TASK TO COMPLETE: The records below hold a stretch from the line with "expect(b[0]! - a[0]!).toBeCloseTo(255" through the line with "const rgb = [0.8, 0.3, 0.1];"; return exactly those lines, ends included, and nothing more.

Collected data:

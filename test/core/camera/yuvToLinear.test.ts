import { describe, expect, it } from 'vitest';
import { decodePixel, yuvTables } from '../../../src/core/camera/yuvToLinear.js';
import { hlgToLinear, srgbToLinear } from '../../../src/core/camera/transfer.js';
import type { CameraDecoding } from '../../../src/media/types.js';
import { OUTSIDE } from '../../setup/outsideSources.js';

const bt709Limited: CameraDecoding = { range: 'limited', matrix: 'bt709', transfer: 'srgb', clipCode: 250 };
const bt601Limited: CameraDecoding = { range: 'limited', matrix: 'bt601', transfer: 'srgb', clipCode: 250 };

function decode(decoding: CameraDecoding, y: number, u: number, v: number): { codes: number[]; linear: number[]; clipped: boolean } {
  const out = new Float64Array(6);
  const clipped = decodePixel(yuvTables(decoding), y, u, v, out);
  return { codes: [out[0]!, out[1]!, out[2]!], linear: [out[3]!, out[4]!, out[5]!], clipped };
}

describe('range expansion (ITU-R BT.709-6 / BT.601-7 8-bit quantisation: black 16, white 235, chroma 16..240)', { tags: [OUTSIDE.bt709] }, () => {
  it('maps limited-range black and white to codes 0 and 255', () => {
    expect(decode(bt709Limited, 16, 128, 128).codes).toEqual([0, 0, 0]);
    const white = decode(bt709Limited, 235, 128, 128);
    for (const c of white.codes) expect(c).toBeCloseTo(255, 9);
    expect(white.clipped).toBe(true);
  });

  it('maps full-range grey 128 to code 128 and linear 0.215861 (IEC 61966-2-1)', { tags: [OUTSIDE.srgb] }, () => {
    const grey = decode({ ...bt709Limited, range: 'full' }, 128, 128, 128);
    for (const c of grey.codes) expect(c).toBeCloseTo(128, 9);
    for (const l of grey.linear) expect(l).toBeCloseTo(0.215861, 6);
  });

  it('clamps codes beyond the nominal range (superwhite 250, subblack 5)', () => {
    expect(decode(bt709Limited, 250, 128, 128).codes).toEqual([255, 255, 255]);
    expect(decode(bt709Limited, 5, 128, 128).codes).toEqual([0, 0, 0]);
  });

  it('interpolates linear light between codes for fractional code values', () => {
    const y = 126; // (126 − 16)/219·255 = 128.08 code
    const code = ((y - 16) / 219) * 255;
    const grey = decode(bt709Limited, y, 128, 128);
    expect(grey.codes[0]).toBeCloseTo(code, 9);
    expect(grey.linear[0]).toBeCloseTo(srgbToLinear(code / 255), 5);
  });
});

describe('YUV→RGB matrices', { tags: [OUTSIDE.bt709] }, () => {
  // 100 % colour bars in 8-bit limited range (common practice; the standard tables of
  // ITU-R BT.709 and BT.601 bars, from memory): [Y, Cb, Cr] → expected R'G'B' = primary.
  const bars709: Array<[string, [number, number, number], [number, number, number]]> = [
    ['red', [63, 102, 240], [255, 0, 0]],
    ['green', [173, 42, 26], [0, 255, 0]],
    ['blue', [32, 240, 118], [0, 0, 255]],
    ['yellow', [219, 16, 138], [255, 255, 0]],
  ];
  const bars601: Array<[string, [number, number, number], [number, number, number]]> = [
    ['red', [81, 90, 240], [255, 0, 0]],
    ['green', [145, 54, 34], [0, 255, 0]],
    ['blue', [41, 240, 110], [0, 0, 255]],
  ];

  it.each(bars709)('BT.709 %s bar decodes to its primary within 2 codes', (_name, [y, u, v], rgb) => {
    const { codes } = decode(bt709Limited, y, u, v);
    codes.forEach((c, i) => expect(Math.abs(c - rgb[i]!)).toBeLessThanOrEqual(2));
  });

  it.each(bars601)('BT.601 %s bar decodes to its primary within 2 codes', (_name, [y, u, v], rgb) => {
    const { codes } = decode(bt601Limited, y, u, v);
    codes.forEach((c, i) => expect(Math.abs(c - rgb[i]!)).toBeLessThanOrEqual(2));
  });

  it('the two matrices differ on saturated colour (the BT.709 green bar decoded as BT.601 gains red)', () => {
    const { codes } = decode(bt601Limited, 173, 42, 26);
    expect(codes[0]!).toBeGreaterThan(10);
  });

  it('counts a pixel as clipped when any channel reaches the clip code', () => {
    expect(decode(bt709Limited, 63, 102, 240).clipped).toBe(true); // red channel at 255
    expect(decode(bt709Limited, 120, 128, 128).clipped).toBe(false);
    expect(decode({ ...bt709Limited, clipCode: 120 }, 120, 128, 128).clipped).toBe(true);
  });
});

describe('10-bit samples and the BT.2020 matrix (ITU-R BT.2020-2 Tables 4 and 5)', () => {
  const hlg2020: CameraDecoding = { range: 'limited', matrix: 'bt2020', transfer: 'hlg', clipCode: 250 };

  it('maps 10-bit limited black 64 and white 940 to codes 0 and 255, neutral chroma 512 (BT.2020-2 Table 5)', () => {
    const out = new Float64Array(6);
    const t = yuvTables(hlg2020, 10);
    decodePixel(t, 64, 512, 512, out);
    expect([out[0], out[1], out[2]]).toEqual([0, 0, 0]);
    decodePixel(t, 940, 512, 512, out);
    for (let k = 0; k < 3; k++) expect(out[k]).toBeCloseTo(255, 9);
    for (let k = 3; k < 6; k++) expect(out[k]).toBeCloseTo(1, 6); // HLG E′ = 1 → 1
  });

  it('keeps the two extra bits: Y = 502 and 503 decode to different light, a quarter of an 8-bit step apart', () => {
    const t = yuvTables(hlg2020, 10);
    const a = new Float64Array(6), b = new Float64Array(6);
    decodePixel(t, 502, 512, 512, a);
    decodePixel(t, 503, 512, 512, b);
    expect(b[0]! - a[0]!).toBeCloseTo(255 / 876, 9);
    expect(b[3]!).toBeGreaterThan(a[3]!);
    expect(a[3]).toBeCloseTo(hlgToLinear((502 - 64) / 876), 5);
  });

  it('inverts the BT.2020 non-constant-luminance encoding Y′ = 0.2627R′ + 0.6780G′ + 0.0593B′, Cb = (B′ − Y′)/1.8814, Cr = (R′ − Y′)/1.4746', () => {
    const rgb = [0.8, 0.3, 0.1];
    const y = 0.2627 * rgb[0]! + 0.678 * rgb[1]! + 0.0593 * rgb[2]!;
    const cb = (rgb[2]! - y) / 1.8814;
    const cr = (rgb[0]! - y) / 1.4746;
    // 10-bit limited quantisation, kept fractional here by decoding through the exact tables
    const t = yuvTables({ ...hlg2020, transfer: 'linear' }, 10);
    const Y = Math.round(64 + 876 * y), U = Math.round(512 + 896 * cb), V = Math.round(512 + 896 * cr);
    const out = new Float64Array(6);
    decodePixel(t, Y, U, V, out);
    for (let k = 0; k < 3; k++) expect(out[k]! / 255).toBeCloseTo(rgb[k]!, 2);
  });
});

RESULT OF THE TASK:
    expect(b[0]! - a[0]!).toBeCloseTo(255 / 876, 9);
    expect(b[3]!).toBeGreaterThan(a[3]!);
    expect(a[3]).toBeCloseTo(hlgToLinear((502 - 64) / 876), 5);
  });

  it('inverts the BT.2020 non-constant-luminance encoding Y′ = 0.2627R′ + 0.6780G′ + 0.0593B′, Cb = (B′ − Y′)/1.8814, Cr = (R′ − Y′)/1.4746', () => {
    const rgb = [0.8, 0.3, 0.1];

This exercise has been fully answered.